What you have to do | Go line by line through the entries below and copy those containing the string "divided".

Extracted data entries
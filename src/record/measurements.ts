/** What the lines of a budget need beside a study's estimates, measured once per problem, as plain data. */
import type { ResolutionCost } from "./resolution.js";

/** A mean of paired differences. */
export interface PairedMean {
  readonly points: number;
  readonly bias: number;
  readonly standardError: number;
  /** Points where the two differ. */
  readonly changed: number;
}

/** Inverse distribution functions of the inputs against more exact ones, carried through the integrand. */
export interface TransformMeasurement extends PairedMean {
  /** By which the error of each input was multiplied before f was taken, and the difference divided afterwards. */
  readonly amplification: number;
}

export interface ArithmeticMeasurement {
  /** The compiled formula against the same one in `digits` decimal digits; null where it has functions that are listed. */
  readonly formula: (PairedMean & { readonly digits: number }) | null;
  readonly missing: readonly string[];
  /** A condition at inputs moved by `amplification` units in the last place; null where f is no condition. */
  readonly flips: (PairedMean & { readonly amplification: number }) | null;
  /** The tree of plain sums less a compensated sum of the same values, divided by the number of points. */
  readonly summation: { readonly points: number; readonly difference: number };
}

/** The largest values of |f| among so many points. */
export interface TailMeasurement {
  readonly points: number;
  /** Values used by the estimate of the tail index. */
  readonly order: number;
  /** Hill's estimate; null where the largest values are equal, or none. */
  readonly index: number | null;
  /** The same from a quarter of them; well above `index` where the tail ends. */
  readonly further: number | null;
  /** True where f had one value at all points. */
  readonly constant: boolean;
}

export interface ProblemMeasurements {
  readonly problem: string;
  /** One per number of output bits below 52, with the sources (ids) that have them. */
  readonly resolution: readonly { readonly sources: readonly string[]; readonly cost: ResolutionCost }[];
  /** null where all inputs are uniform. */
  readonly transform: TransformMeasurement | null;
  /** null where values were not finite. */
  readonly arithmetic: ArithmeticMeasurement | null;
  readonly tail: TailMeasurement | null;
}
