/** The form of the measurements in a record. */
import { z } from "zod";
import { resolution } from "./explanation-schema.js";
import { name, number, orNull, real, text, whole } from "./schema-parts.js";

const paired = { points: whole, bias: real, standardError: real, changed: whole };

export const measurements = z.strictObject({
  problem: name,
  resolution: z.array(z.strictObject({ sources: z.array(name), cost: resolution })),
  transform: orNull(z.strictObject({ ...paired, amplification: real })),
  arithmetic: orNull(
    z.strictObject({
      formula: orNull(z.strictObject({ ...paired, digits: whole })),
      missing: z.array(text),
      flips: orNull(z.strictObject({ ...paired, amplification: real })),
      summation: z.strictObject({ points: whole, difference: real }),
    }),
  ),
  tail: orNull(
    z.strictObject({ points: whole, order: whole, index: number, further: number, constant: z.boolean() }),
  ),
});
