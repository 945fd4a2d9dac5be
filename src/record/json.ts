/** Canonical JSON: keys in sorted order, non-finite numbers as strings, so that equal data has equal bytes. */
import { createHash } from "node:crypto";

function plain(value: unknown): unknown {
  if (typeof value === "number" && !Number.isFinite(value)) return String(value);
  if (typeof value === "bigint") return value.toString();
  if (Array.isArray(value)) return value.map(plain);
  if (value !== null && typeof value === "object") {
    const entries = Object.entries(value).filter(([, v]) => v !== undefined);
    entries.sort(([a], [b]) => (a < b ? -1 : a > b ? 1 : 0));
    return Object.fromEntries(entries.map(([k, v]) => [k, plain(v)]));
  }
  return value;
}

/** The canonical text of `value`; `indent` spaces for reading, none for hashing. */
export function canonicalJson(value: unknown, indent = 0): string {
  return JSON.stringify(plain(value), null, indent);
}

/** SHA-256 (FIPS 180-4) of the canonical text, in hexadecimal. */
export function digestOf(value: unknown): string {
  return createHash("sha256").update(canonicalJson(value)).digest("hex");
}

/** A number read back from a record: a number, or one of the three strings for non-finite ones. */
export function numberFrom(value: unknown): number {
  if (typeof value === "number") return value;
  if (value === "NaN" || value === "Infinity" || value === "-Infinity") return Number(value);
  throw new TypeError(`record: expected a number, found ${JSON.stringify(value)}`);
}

Output |
  /** By which the error of each input was multiplied before f was taken, and the difference divided afterwards. */
  /** The tree of plain sums less a compensated sum of the same values, divided by the number of points. */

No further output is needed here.